Tips to improve real-time performance

If you want to label images in a real-time application, follow these guidelines to achieve the best framerates:

  • If you use the Camera or camera2 API, throttle calls to the image labeler. If a new video frame becomes available while the image labeler is running, drop the frame. See the VisionProcessorBase class in the quickstart sample app for an example.
  • If you use the CameraX API, be sure that backpressure strategy is set to its default value ImageAnalysis.STRATEGY_KEEP_ONLY_LATEST. This guarantees only one image will be delivered for analysis at a time. If more images are produced when the analyzer is busy, they will be dropped automatically and not queued for delivery. Once the image being analyzed is closed by calling ImageProxy.close(), the next latest image will be delivered.

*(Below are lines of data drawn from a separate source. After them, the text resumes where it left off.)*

#[test]
fn fifos_devices_and_folders_are_refused_at_once() {
    let d = tempfile::tempdir().unwrap();
    let dir = d.path();
    mkfifo(&dir.join("locker.json"));
    let quick = Duration::from_secs(10);
    for args in [
        vec!["locker", "list"],
        vec!["locker", "add", "Twelves", "2x12L@232bar"],
        vec!["chart", "--mine", "Twelves", "--buddy", "2x12L@232bar"],
    ] {
        let r = turnsheet_within(dir, &args, quick);
        assert!(r.err.contains("FIFO"), "{args:?}: {}", r.err);
        assert!(r.err.contains("locker.json"), "{args:?}: {}", r.err);
    }
    let r = turnsheet_within(dir, &["locker", "add", "Twelves", "2x12L@232bar"], quick);
    assert_ne!(r.code, 0, "nothing is saved over a FIFO: {}", r.out);
    let fifo_type = std::fs::symlink_metadata(dir.join("locker.json")).unwrap();
    assert!(!fifo_type.is_file(), "the FIFO is left where it is");

    let team_fifo = dir.join("team.json");
    mkfifo(&team_fifo);
    for (path, kind) in [
        (team_fifo.clone(), "FIFO"),
        (PathBuf::from("/dev/zero"), "device"),
        (dir.to_path_buf(), "folder"),
    ] {
        for cmd in ["plan", "card", "chart"] {
            let r = turnsheet_within(dir, &[cmd, path.to_str().unwrap()], quick);
            assert_eq!(r.code, 2, "{cmd} {path:?}");
            assert!(
                r.err.contains(kind) && r.err.contains("not a regular file"),
                "{cmd} {path:?}: {}",
                r.err
            );
        }
    }
    let r = turnsheet_within(
        dir,
        &["locker", "import", team_fifo.to_str().unwrap()],
        quick,
    );
    assert_eq!(r.code, 2);
    assert!(r.err.contains("FIFO"), "{}", r.err);
}

#[test]
fn the_size_cap_is_checked_before_reading_and_the_largest_team_plans_quickly() {
    let d = tempfile::tempdir().unwrap();
    let dir = d.path();
    const CAP: usize = 1024 * 1024;
    // The largest team the limits accept (six divers, each with a stage), padded with
    // white space to exactly the cap: read and planned.
    let mut team: serde_json::Value = serde_json::from_str(&demo()).unwrap();
    let divers = team["divers"].as_array().unwrap().clone();
    let mut six = Vec::new();
    for i in 0..6 {
        let mut x = divers[i % divers.len()].clone();
        x["name"] = serde_json::json!(format!("Diver {i}"));
        if x.get("stage").is_none() {
            x["stage"] = divers.iter().find_map(|d| d.get("stage").cloned()).unwrap();
        }
        six.push(x);
    }
    team["divers"] = serde_json::Value::Array(six);
    let mut text = serde_json::to_string_pretty(&team).unwrap();
    text.push_str(&" ".repeat(CAP - text.len()));
    let largest = dir.join("largest.json");
    std::fs::write(&largest, &text).unwrap();
    let t0 = Instant::now();
    let r = turnsheet(dir, &["plan", largest.to_str().unwrap()]);
    let took = t0.elapsed();
    assert_eq!(r.code, 0, "{}", r.err);
    eprintln!(
        "largest file read: {} bytes (6 divers, 6 stages); plan took {:.0} ms (process included)",
        text.len(),
        took.as_secs_f64() * 1e3
    );
    text.push(' ');
    std::fs::write(&largest, &text).unwrap();
    let r = turnsheet(dir, &["plan", largest.to_str().unwrap()]);
    assert_eq!(r.code, 2);
    assert!(r.err.contains("the limit is 1 MB"), "{}", r.err);
    eprintln!("refused: {} bytes: {}", text.len(), r.err.trim());
    // The locker and an import file: the same cap.
    std::fs::write(dir.join("import.json"), &text).unwrap();
    let r = turnsheet(
        dir,
        &[
            "locker",
            "import",
            dir.join("import.json").to_str().unwrap(),
        ],
    );
    assert_eq!(r.code, 2);
    assert!(r.err.contains("the limit is 1 MB"), "{}", r.err);
    std::fs::write(dir.join("locker.json"), &text).unwrap();
    let r = turnsheet(dir, &["locker", "list"]);
    assert!(r.err.contains("the limit is 1 MB"), "{}", r.err);
    assert!(
        r.err.contains("locker.json.unreadable-"),
        "says where: {}",
        r.err
    );
}
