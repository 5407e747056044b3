//! Bad input never panics: random edits of the demo team file go through parsing,
//! conversion and planning and end in either a plan or an error that names a field.

use proptest::prelude::*;
use turnsheet::formats::team_file::TeamFile;
use turnsheet::plan::plan_team;

const DEMO: &str = include_str!("../examples/hollowmere-team.json");

/// The numbers of the demo file, replaced one at a time by a hostile value.
fn hostile_number() -> impl Strategy<Value = String> {
    prop_oneof![
        Just("0".to_string()),
        Just("-1".to_string()),
        Just("1e308".to_string()),
        Just("-1e308".to_string()),
        Just("0.0000001".to_string()),
        Just("4294967296".to_string()),
        Just("null".to_string()),
        Just("\"x\"".to_string()),
        (-1.0e6f64..1.0e6).prop_map(|v| format!("{v}")),
    ]
}

fn check(text: &str) -> Result<(), TestCaseError> {
    match TeamFile::parse(text)
        .and_then(|f| f.to_input())
        .and_then(|t| plan_team(&t))
    {
        Ok(plan) => {
            for d in &plan.divers {
                prop_assert!(d.turn_shown_value.is_finite());
            }
        }
        Err(e) => prop_assert!(!e.field.is_empty() && !e.message.is_empty()),
    }
    Ok(())
}

proptest! {
    #![proptest_config(ProptestConfig::with_cases(400))]

    #[test]
    fn any_number_replaced_never_panics(which in 0usize..40, value in hostile_number()) {
        // Find the `which`-th number in the file and replace it.
        let bytes = DEMO.as_bytes();
        let mut spans = Vec::new();
        let mut i = 0;
        while i < bytes.len() {
            if (bytes[i].is_ascii_digit() || bytes[i] == b'-') && i > 0 && (bytes[i - 1] == b' ' || bytes[i - 1] == b':') {
                let start = i;
                while i < bytes.len() && (bytes[i].is_ascii_digit() || bytes[i] == b'.' || bytes[i] == b'-' || bytes[i] == b'e') {
                    i += 1;
                }
                spans.push((start, i));
            } else {
                i += 1;
            }
        }
        prop_assume!(!spans.is_empty());
        let (a, b) = spans[which % spans.len()];
        let text = format!("{}{}{}", &DEMO[..a], value, &DEMO[b..]);
        check(&text)?;
    }

    #[test]
    fn truncated_or_garbled_files_never_panic(cut in 0usize..2000, junk in "[ -~]{0,12}") {
        let cut = cut.min(DEMO.len());
        let text = format!("{}{}", &DEMO[..cut], junk);
        check(&text)?;
    }
}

  • If you use the output of the image labeler to overlay graphics on the input image, first get the result from ML Kit, then render the image and overlay in a single step. This renders to the display surface only once for each input frame. See the CameraSourcePreview and GraphicOverlay classes in the quickstart sample app for an example.
  • If you use the Camera2 API, capture images in ImageFormat.YUV_420_888 format. If you use the older Camera API, capture images in ImageFormat.NV21 format.